Assigned task
Please write out exactly the lines of the data below from the line holding "for q, name" through the line holding "0] == pytest.approx(_log10(t), rel=1e-13)", and leave out the rest.

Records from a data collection

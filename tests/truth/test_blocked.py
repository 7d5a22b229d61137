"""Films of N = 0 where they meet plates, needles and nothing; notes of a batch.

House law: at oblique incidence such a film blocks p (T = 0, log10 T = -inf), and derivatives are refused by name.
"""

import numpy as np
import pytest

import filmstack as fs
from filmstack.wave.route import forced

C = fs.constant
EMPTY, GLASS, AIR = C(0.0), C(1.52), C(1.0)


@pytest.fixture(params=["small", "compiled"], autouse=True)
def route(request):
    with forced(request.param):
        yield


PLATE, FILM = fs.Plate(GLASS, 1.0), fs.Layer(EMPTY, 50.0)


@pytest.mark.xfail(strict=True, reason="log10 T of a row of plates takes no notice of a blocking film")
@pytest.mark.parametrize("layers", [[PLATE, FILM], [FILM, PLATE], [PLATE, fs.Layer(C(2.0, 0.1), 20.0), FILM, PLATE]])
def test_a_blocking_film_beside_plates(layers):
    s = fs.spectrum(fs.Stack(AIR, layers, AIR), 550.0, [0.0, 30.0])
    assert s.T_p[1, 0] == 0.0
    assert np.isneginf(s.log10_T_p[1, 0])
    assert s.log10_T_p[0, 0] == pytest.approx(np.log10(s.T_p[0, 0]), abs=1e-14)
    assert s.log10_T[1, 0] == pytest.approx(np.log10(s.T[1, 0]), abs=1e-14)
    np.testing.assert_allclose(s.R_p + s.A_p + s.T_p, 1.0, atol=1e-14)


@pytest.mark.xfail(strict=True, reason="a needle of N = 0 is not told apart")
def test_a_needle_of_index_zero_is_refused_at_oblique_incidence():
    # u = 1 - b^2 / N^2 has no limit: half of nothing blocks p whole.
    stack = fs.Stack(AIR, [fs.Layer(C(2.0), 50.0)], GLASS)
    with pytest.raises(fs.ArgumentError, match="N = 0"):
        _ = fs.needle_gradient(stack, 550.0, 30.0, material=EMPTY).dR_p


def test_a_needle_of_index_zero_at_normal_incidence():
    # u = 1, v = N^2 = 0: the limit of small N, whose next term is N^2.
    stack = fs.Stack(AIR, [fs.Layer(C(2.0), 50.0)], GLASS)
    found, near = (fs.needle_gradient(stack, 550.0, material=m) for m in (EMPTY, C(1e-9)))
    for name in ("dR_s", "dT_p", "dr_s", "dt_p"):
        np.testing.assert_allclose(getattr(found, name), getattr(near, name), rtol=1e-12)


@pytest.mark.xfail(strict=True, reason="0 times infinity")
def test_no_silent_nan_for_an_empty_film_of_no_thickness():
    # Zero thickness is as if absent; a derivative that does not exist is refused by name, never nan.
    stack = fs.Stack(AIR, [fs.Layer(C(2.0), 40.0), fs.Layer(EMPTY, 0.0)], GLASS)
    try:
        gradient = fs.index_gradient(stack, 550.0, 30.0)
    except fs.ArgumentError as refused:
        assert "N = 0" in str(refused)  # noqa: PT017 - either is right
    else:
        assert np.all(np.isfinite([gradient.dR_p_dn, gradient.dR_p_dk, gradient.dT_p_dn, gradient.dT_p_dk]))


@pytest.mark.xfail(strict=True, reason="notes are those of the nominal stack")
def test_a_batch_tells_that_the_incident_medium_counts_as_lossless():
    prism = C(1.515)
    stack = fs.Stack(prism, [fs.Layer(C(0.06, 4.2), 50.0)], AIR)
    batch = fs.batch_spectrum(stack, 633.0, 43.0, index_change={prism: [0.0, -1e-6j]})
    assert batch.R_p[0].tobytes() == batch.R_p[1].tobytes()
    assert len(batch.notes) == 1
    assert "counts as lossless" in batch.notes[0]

...

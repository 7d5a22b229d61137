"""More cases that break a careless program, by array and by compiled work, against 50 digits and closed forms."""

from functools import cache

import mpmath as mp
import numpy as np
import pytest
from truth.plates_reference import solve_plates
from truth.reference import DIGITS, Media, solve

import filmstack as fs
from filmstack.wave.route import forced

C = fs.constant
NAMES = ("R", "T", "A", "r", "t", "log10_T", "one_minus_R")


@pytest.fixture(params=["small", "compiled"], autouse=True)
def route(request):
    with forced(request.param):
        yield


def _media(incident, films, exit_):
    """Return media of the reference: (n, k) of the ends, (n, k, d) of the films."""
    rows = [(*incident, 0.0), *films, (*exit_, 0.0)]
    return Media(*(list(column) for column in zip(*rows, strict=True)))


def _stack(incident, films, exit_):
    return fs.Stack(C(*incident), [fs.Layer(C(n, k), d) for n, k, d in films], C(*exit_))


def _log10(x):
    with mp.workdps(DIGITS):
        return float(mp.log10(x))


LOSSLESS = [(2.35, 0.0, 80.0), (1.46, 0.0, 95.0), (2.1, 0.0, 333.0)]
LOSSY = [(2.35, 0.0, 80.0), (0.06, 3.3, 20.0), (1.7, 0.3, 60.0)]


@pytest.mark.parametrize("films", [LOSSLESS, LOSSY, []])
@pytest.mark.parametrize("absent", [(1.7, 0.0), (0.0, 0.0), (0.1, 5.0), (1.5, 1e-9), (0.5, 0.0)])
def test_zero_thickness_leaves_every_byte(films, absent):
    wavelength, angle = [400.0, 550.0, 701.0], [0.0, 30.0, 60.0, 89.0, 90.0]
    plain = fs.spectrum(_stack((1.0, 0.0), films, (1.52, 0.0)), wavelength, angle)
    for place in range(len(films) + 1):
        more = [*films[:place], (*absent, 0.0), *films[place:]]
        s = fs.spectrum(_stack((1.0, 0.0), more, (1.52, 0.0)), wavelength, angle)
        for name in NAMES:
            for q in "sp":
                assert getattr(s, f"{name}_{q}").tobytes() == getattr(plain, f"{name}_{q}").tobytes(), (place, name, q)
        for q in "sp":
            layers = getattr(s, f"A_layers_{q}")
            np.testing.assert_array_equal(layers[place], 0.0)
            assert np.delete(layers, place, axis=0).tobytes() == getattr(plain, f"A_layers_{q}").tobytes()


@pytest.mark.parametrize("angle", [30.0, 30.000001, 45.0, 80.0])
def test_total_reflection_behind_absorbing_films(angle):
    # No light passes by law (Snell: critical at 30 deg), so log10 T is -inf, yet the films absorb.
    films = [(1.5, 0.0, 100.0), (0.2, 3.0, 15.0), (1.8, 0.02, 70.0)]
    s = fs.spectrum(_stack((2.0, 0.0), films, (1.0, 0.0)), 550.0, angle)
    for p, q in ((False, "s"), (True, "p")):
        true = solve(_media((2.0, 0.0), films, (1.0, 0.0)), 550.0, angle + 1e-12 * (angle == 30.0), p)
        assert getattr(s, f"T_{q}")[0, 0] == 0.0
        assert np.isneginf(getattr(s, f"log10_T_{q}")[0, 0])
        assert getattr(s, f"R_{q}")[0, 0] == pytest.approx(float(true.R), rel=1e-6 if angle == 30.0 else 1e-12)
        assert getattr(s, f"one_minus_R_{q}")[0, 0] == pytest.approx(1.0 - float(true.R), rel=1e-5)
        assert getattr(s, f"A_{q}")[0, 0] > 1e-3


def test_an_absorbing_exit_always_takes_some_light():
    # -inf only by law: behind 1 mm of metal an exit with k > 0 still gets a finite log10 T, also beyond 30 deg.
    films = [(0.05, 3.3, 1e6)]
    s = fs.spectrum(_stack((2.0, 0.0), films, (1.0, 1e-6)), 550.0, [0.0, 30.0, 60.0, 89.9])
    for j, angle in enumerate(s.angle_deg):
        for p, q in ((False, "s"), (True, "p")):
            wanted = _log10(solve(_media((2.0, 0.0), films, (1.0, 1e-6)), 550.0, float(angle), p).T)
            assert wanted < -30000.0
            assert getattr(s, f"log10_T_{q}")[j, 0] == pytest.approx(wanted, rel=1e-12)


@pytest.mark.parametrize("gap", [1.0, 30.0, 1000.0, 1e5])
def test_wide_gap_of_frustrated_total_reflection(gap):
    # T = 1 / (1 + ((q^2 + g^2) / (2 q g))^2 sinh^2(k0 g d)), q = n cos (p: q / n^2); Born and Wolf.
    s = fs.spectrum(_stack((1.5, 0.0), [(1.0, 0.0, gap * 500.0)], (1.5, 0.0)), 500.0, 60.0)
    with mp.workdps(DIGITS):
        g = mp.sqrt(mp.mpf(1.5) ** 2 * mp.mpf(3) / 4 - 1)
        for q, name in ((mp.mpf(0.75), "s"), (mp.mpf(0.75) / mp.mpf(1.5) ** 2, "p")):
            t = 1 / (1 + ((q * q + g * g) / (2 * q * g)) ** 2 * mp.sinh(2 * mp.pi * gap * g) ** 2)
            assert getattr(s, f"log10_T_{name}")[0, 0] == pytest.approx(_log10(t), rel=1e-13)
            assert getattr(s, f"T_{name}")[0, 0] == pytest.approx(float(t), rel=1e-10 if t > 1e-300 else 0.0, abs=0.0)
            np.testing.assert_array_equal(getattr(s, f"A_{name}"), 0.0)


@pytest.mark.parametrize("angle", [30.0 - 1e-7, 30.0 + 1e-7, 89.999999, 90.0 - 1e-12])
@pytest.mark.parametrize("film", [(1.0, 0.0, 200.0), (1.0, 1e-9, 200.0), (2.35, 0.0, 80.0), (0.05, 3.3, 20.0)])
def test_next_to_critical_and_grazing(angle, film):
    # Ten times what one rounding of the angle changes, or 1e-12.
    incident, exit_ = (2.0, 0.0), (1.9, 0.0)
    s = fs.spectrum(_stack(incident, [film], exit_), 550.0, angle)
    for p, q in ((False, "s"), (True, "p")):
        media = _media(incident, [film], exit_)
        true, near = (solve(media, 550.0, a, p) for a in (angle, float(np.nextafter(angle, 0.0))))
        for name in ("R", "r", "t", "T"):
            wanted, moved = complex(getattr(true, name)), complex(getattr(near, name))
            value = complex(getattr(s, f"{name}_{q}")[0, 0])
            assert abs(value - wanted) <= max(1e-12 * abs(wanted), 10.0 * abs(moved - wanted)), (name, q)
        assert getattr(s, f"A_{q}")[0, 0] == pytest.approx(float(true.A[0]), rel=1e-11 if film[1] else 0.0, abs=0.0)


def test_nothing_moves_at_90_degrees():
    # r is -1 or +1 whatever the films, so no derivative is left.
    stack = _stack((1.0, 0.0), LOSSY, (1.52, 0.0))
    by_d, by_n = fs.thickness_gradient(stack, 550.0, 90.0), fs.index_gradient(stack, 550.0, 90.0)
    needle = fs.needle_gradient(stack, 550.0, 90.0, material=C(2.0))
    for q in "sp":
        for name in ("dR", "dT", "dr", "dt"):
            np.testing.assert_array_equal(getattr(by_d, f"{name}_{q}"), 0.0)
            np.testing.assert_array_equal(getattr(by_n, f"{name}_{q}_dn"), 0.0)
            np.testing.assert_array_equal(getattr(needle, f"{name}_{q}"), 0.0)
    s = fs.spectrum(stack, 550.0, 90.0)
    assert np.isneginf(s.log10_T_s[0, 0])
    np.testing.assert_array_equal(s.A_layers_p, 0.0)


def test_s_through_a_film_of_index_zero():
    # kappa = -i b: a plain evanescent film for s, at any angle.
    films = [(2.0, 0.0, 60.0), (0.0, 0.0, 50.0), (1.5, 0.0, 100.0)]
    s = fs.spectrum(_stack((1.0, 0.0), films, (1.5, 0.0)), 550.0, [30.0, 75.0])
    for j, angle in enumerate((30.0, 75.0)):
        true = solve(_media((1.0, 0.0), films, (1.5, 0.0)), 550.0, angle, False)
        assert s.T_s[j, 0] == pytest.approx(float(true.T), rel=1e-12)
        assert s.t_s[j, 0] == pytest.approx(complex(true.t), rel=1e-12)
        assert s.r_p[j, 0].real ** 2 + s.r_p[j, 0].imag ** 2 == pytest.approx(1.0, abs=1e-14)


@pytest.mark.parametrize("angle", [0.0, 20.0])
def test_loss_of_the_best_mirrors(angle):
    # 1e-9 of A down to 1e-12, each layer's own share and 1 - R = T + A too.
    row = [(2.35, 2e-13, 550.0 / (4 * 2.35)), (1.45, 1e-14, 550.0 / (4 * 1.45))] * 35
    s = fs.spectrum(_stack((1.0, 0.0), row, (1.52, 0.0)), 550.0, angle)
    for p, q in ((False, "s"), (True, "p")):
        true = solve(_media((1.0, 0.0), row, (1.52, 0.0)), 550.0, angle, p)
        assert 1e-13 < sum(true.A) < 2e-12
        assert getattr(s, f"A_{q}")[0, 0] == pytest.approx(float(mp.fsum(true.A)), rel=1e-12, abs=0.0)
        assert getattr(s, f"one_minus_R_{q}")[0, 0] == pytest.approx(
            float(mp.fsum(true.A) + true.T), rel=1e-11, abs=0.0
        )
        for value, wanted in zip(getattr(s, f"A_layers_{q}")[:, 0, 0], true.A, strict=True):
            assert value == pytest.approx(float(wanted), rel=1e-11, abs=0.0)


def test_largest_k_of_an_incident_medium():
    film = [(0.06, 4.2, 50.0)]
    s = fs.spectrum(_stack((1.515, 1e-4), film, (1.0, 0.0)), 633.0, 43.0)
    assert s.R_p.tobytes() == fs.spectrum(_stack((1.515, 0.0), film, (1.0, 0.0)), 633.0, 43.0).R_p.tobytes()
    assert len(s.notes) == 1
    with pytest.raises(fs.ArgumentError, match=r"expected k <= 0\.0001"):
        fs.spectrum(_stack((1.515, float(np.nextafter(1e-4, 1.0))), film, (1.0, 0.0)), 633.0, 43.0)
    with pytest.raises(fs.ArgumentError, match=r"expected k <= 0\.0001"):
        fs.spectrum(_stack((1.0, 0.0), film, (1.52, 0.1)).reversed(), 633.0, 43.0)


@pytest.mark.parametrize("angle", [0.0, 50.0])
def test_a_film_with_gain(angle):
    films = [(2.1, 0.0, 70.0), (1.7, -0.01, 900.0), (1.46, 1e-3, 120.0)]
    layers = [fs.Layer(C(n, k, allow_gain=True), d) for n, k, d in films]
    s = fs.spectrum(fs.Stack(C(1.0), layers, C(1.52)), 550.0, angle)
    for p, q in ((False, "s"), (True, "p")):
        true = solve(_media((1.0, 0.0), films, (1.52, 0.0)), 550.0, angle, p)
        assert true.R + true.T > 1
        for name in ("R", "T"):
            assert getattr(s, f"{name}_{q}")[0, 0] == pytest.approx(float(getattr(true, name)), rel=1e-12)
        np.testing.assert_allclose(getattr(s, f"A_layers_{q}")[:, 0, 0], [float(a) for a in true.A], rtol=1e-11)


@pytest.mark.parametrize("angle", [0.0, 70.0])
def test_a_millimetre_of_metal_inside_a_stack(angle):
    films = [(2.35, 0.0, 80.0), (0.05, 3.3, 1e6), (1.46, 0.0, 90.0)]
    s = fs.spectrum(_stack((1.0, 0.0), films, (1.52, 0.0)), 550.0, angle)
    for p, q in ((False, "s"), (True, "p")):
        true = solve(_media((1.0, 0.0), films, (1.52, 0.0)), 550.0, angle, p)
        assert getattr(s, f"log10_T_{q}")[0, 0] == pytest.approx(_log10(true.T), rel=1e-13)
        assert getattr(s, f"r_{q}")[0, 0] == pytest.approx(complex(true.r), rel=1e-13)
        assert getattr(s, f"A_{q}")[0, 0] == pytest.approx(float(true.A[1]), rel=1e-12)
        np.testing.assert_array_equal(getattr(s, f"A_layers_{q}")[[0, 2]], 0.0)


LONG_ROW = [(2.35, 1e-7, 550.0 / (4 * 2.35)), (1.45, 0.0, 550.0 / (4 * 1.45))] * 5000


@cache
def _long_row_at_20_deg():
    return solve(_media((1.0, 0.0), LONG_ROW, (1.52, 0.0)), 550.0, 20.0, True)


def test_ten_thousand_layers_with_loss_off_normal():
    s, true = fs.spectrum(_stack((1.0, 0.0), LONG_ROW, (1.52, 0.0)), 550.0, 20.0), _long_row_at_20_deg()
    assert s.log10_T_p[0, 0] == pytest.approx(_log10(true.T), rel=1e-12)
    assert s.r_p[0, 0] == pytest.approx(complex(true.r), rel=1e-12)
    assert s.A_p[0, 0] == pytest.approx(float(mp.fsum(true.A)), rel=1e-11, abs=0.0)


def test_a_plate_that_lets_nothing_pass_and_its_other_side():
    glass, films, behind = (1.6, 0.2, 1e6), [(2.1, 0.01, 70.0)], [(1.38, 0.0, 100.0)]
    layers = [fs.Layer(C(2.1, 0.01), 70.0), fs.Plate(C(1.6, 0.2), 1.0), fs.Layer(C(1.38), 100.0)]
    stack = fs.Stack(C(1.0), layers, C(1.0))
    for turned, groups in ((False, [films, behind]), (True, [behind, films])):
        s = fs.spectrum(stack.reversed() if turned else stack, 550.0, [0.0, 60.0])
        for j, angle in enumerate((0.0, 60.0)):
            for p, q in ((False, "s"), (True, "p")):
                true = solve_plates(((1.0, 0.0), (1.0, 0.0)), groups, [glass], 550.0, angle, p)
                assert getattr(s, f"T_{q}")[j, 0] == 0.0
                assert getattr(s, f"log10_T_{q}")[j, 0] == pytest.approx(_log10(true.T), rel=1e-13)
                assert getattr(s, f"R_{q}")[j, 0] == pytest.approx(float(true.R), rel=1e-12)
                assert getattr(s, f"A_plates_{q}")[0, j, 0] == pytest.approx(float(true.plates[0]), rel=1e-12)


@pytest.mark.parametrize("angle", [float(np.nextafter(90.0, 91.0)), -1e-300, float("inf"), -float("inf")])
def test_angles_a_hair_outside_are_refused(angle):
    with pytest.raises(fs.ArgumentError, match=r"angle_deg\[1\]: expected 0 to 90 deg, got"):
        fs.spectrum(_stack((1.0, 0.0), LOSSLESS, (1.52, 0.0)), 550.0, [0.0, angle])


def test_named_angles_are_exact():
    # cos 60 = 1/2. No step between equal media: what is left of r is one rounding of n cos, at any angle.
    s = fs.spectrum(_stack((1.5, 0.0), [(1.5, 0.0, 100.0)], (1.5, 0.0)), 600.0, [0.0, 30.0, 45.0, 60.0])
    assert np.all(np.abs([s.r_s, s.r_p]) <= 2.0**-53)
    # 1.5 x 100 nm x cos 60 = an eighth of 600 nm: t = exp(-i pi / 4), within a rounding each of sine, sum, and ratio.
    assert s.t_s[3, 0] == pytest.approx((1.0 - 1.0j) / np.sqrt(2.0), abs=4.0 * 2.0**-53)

Answer section
        for q, name in ((mp.mpf(0.75), "s"), (mp.mpf(0.75) / mp.mpf(1.5) ** 2, "p")):
            t = 1 / (1 + ((q * q + g * g) / (2 * q * g)) ** 2 * mp.sinh(2 * mp.pi * gap * g) ** 2)
            assert getattr(s, f"log10_T_{name}")[0, 0] == pytest.approx(_log10(t), rel=1e-13)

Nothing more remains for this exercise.